▶ AIM OF THE TASK:
Look through the data below for the string "range", and copy every line where it turns up.

Dataset entries

┌──

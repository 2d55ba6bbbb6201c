"""Reader for VASP XDATCAR trajectories.

Layout: a header (title; scale factor; three lattice vectors; element names;
atom counts), then one block per frame: a ``Direct configuration=  N`` line and
one line of three coordinates per atom. In a variable-cell file (NpT runs) the
header is repeated before every frame. The VASP 4 layout without the element
names line is read when ``type_map`` gives the symbols ({1: "Li", 2: "P", ...},
numbered in the order of the counts line).

Scale factor: one positive number multiplies the lattice vectors (and Cartesian
coordinates); one negative number is the cell volume in Å³; three positive
numbers scale the x, y and z components (VASP convention, from memory).
Coordinate blocks whose line starts with ``C``/``K`` ("Cartesian") are Cartesian
Å (times the scale factor); all others are fractional ("Direct").

Positions are returned as VASP writes them, wrapped into the cell
(``kind="wrapped"``). The ``configuration=`` numbers are not returned as step
numbers: with ``NBLOCK`` > 1 they count output blocks, not MD steps, and the file
does not say which; ``steps`` is None. The LAMMPS-only ``units`` argument is
ignored here.

Speed: the coordinate lines of many frames are converted at once (fixed-width
columns, see :mod:`diffkit.io._parsing`); with a constant cell and fixed-width
lines the frames are not even walked one by one. Whatever that bulk path does
not recognise is read line by line, which names the file, frame and line of
any problem.
"""

from __future__ import annotations

from dataclasses import dataclass

import numpy as np

from ..errors import InputError
from . import FrameChunk
from ._parsing import (BadLine, FixedWidthLayout, chunk_frames, decode_fields, element_symbol,
                       is_number_line, normalize_type_map, opened, parse_columns, warn)

__all__ = ["sniff", "iter_chunks"]
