"""Reader for extended XYZ trajectories.

Each frame: a line with the atom count, a comment line of ``key=value`` pairs,
then one line per atom. Keys read from the comment line (case-insensitive):

``Lattice="ax ay az bx by bz cx cy cz"``
    Cell, rows are lattice vectors, Å. Required: diffusion needs the periodic
    cell (periodic boundaries are assumed in all three directions).
``Properties=name:type:ncols:...``
    Column layout; default ``species:S:1:pos:R:3``. Positions from ``pos``
    (or ``positions``), species from ``species`` (or ``symbols``); velocities
    from ``vel``/``velo``/``velocities`` (unit from ``velocity_unit=``, one of
    ``A/ps``, ``A/fs``; Å/fs assumed with a warning when absent) or from ASE's
    ``momenta`` (ASE units, divided by the element masses of ``ase.data``).
``time_ps=``, ``time_fs=``, ``time=``
    Frame time. A bare ``time=`` is taken as fs — the unit most MD codes print —
    unless ``time_unit=`` (as, fs, ps, ns) says otherwise; a warning says when fs
    was assumed.
``step=`` or ``timestep=``
    MD step number.
``unwrapped=T``
    Positions are unwrapped (``kind="unwrapped"``); otherwise ``kind="wrapped"``.

The LAMMPS-only ``units`` argument is ignored. ``type_map`` maps a species
column of integer types (``1``, ``2``, ...) to element symbols.

Speed: the atom lines of many frames are converted at once (fixed-width
columns as ASE and diffkit write them, else whitespace-separated fields; see
:mod:`diffkit.io._parsing`), and a comment line that repeats the previous
one's keys is read through a pattern built from it. Whatever that bulk path
does not recognise is read line by line, which names the file, frame and line
of any problem.
"""

from __future__ import annotations

import math
import re

import numpy as np

from ..errors import InputError, UnitsError
from ..units import parse_time_ps
from . import FrameChunk
from ._parsing import (_LOW, BadLine, CutOff, FixedWidthLayout, chunk_frames, decode_fields,
                       element_symbol, lines_of, normalize_type_map, opened, parse_columns,
                       text_codes, warn)

__all__ = ["sniff", "iter_chunks"]

_PAIR = re.compile(r'([A-Za-z_][\w\-]*)\s*=\s*("(?:[^"\\]|\\.)*"|\{[^}]*\}|\S+)|(\S+)')
_TRUE = ("t", "true", "1", "yes")
_VELOCITY_NAMES = ("vel", "velo", "velocities", "velocity")
_VELOCITY_UNITS = {"a/ps": 1.0, "å/ps": 1.0, "ang/ps": 1.0,
                   "a/fs": 1.0 / parse_time_ps("1fs"), "å/fs": 1.0 / parse_time_ps("1fs"),
                   "ang/fs": 1.0 / parse_time_ps("1fs")}


def sniff(head: str) -> bool:
    """True when the file starts with an atom count and a comment line holding ``Lattice=``."""
    lines = head.splitlines()
    if len(lines) < 2:
        return False
    try:
        int(lines[0].strip())
    except ValueError:
        return False
    return "lattice=" in lines[1].lower()


def parse_comment(line):
    """The ``key=value`` pairs of an extended XYZ comment line, keys lower-cased.

    A bare word (no ``=``) becomes ``True``; quotes and braces are removed.
    """
    out = {}
    for m in _PAIR.finditer(line):
        if m.group(1) is None:
            out[m.group(3).lower()] = True
            continue
        value = m.group(2)
        if value[:1] in ('"', "{"):
            value = value[1:-1]
        out[m.group(1).lower()] = value
    return out


def _properties(text, error):
    """[(name, type, ncols, first column)] from a Properties= value."""
    parts = text.split(":")
    if len(parts) % 3:
        raise error(f"cannot read Properties={text!r} (expected name:type:count triples)")
    cols, start = [], 0
    for i in range(0, len(parts), 3):
        name, typ = parts[i], parts[i + 1].upper()
        try:
            count = int(parts[i + 2])
        except ValueError:
            raise error(f"cannot read Properties={text!r}: count {parts[i + 2]!r}") from None
        if typ not in ("S", "R", "I", "L") or count < 1:
            raise error(f"cannot read Properties={text!r}: {name}:{typ}:{count}")
        cols.append((name.lower(), typ, count, start))
        start += count
    return cols, start
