class LineSource:
    """A file read in large byte blocks, handed out as lines or as raw bytes.

    Parameters
    ----------
    stream : binary or text file object
        Read with ``stream.read(n)``; text is encoded back to UTF-8.
    name : str
        The file's name, for messages.

    The careful path uses :meth:`readline`, :meth:`take` and
    :meth:`next_nonblank` (lines as ``str``). The bulk path looks at ``buf``
    from ``pos`` after :meth:`fill`, and moves on with :meth:`consume` once it
    has understood a stretch of frames.

    A last line without a newline is taken as cut off (every writer ends its
    lines): it is not handed out, and ``cut`` becomes True, so that the reader
    drops the frame it belongs to with a warning instead of reading a number cut
    short.

    Attributes
    ----------
    lineno : int
        Number of lines read so far (so the last line read is line ``lineno``, from 1).
    cut : bool
        The file ended in the middle of a (non-blank) line.
    buf : bytes or bytearray
        Bytes read from the file and not yet dropped; unread ones start at ``pos``.
    eof : bool
        Nothing is left in the file beyond ``buf``.
    """

    def __init__(self, stream, name):
        self._f = stream
        self._text = isinstance(stream, io.TextIOBase)
        self.name = name
        self.lineno = 0
        self.cut = False
        self.buf = b""
        self.pos = 0
        self.eof = False
        self.record = None  # a list to collect the lines handed out, when set

    def _read(self, n):
        data = self._f.read(n)
        if isinstance(data, str):
            data = data.encode("utf-8", "replace")
        return data or b""

    def fill(self, nbytes):
        """Make ``nbytes`` bytes available from ``pos`` on (fewer only at the end of the file).

        Drops the bytes before ``pos``; positions into ``buf`` taken before a
        call are no longer valid after it.
        """
        have = len(self.buf) - self.pos
        if have >= nbytes or self.eof:
            return
        # whole blocks, so that buffers of equal size come back (the allocator reuses them)
        size = -(-max(nbytes, have + READ_BLOCK) // READ_BLOCK) * READ_BLOCK
        readinto = None if self._text else getattr(self._f, "readinto", None)
        if readinto is None:
            parts = [self.buf[self.pos:]]
            while have < nbytes:
                data = self._read(max(nbytes - have, READ_BLOCK))
                if not data:
                    self.eof = True
                    break
                parts.append(data)
                have += len(data)
            self.buf = b"".join(parts)
        else:
            new = bytearray(size)
            view = memoryview(new)
            view[:have] = memoryview(self.buf)[self.pos:]
            while have < size:
                got = readinto(view[have:])
                if not got:
                    self.eof = True
                    break
                have += got
            view.release()
            del new[have:]
            self.buf = new
        self.pos = 0

    def consume(self, nbytes, nlines):
        """Move on by ``nbytes`` bytes holding ``nlines`` whole lines (after a bulk read)."""
        self.pos += nbytes
        self.lineno += nlines

    def readline(self):
        """Next whole line with its newline, or ``""`` at the end of the file."""
        i = self.buf.find(b"\n", self.pos)
        while i < 0 and not self.eof:
            start = len(self.buf) - self.pos
            self.fill(start + (1 << 16))
            i = self.buf.find(b"\n", self.pos + start)
        if i < 0:
            rest = self.buf[self.pos:]
            self.pos = len(self.buf)
            if not rest:
                return ""
            self.lineno += 1
            self.cut = bool(_decode(rest).strip())
            return ""
        raw = self.buf[self.pos:i + 1]
        self.pos = i + 1
        self.lineno += 1
        if self.record is not None:
            self.record.append(raw)
        return _decode(raw)

    def take(self, n):
        """Up to ``n`` next whole lines (fewer only at the end of the file)."""
        out = []
        for _ in range(n):
            line = self.readline()
            if not line:
                break
            out.append(line)
        return out

    def next_nonblank(self):
        """Next line that is not blank, or ``""`` at the end of the file."""
        while True:
            line = self.readline()
            if not line or line.strip():
                return line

└──

▶ RESPONSE:
    for i in range(0, len(parts), 3):
        for _ in range(n):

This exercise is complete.